** Working data follows **
import { describe, expect, it } from 'vitest'
import { instantOf, localInput } from '@/composables/useTestRecord.ts'

describe('the moment of a test', () => {
  it('is the instant that the form shows', () => {
    expect(instantOf('2026-03-04T05:06')).toBe(new Date('2026-03-04T05:06').toISOString())
  })

  it('comes back as it was put in', () => {
    expect(localInput(new Date(instantOf('2026-03-04T05:06')))).toBe('2026-03-04T05:06')
  })

  it('goes out as typed where it is none, so that the service can name the field', () => {
    expect(instantOf('')).toBe('')
  })
})
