import { effectScope } from 'vue'
import { beforeEach, describe, expect, it, vi } from 'vitest'
import { useHeldFiles } from '@/composables/useHeldFiles.ts'
import { askEngine } from '@/measure/ask-engine.ts'
import { makeAnswerer } from '@/measure/answering.ts'

// The worker is a thing of the browser; its answers are the engine's own.
vi.mock('@/measure/ask-engine.ts', () => ({ askEngine: vi.fn() }))

const TOUCHSTONE = '# Hz S RI R 50\n7000000 0.1 0\n7200000 0.2 0\n'
const fileOf = (text: string) => new File([text], 'sweep.s1p')
const asked = () =>
  vi.mocked(askEngine).mock.calls.map(([name, ask]) => [name, (ask as { id: string }).id] as const)

describe('the files of a form', () => {
  beforeEach(() => {
    const answerer = makeAnswerer() as Record<string, (ask: unknown) => unknown>
    vi.mocked(askEngine).mockReset()
    vi.mocked(askEngine).mockImplementation(((name: string, ask: unknown) =>
      Promise.resolve(answerer[name]!(ask))) as typeof askEngine)
  })

  it('are read as soon as they are chosen', async () => {
    const held = effectScope().run(() => useHeldFiles('touchstone', 1))!
    await held.add([fileOf(TOUCHSTONE)])
    expect(held.list.value).toMatchObject([{ state: 'read', facts: { ports: 1, points: 2 } }])
  })

  it('leave the worker when they are taken out, those that were refused too', async () => {
    const held = effectScope().run(() => useHeldFiles('touchstone', 1))!
    await held.add([fileOf('no sweep at all')])
    const [refused] = held.list.value
    expect(refused).toMatchObject({ state: 'refused' })
    held.remove(refused!.id)
    expect(held.list.value).toEqual([])
    expect(asked().at(-1)).toEqual(['forget-file', refused!.id])
  })

  it('leave the worker with the form', async () => {
    const scope = effectScope()
    const held = scope.run(() => useHeldFiles('touchstone', 1))!
    await held.add([fileOf(TOUCHSTONE)])
    const [file] = held.list.value
    scope.stop()
    expect(asked().at(-1)).toEqual(['forget-file', file!.id])
  })
})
** End of Working data **
Your instructions.
Collect each line above holding the string "list".

Solved exercise.
    expect(held.list.value).toMatchObject([{ state: 'read', facts: { ports: 1, points: 2 } }])
    const [refused] = held.list.value
    expect(held.list.value).toEqual([])
    const [file] = held.list.value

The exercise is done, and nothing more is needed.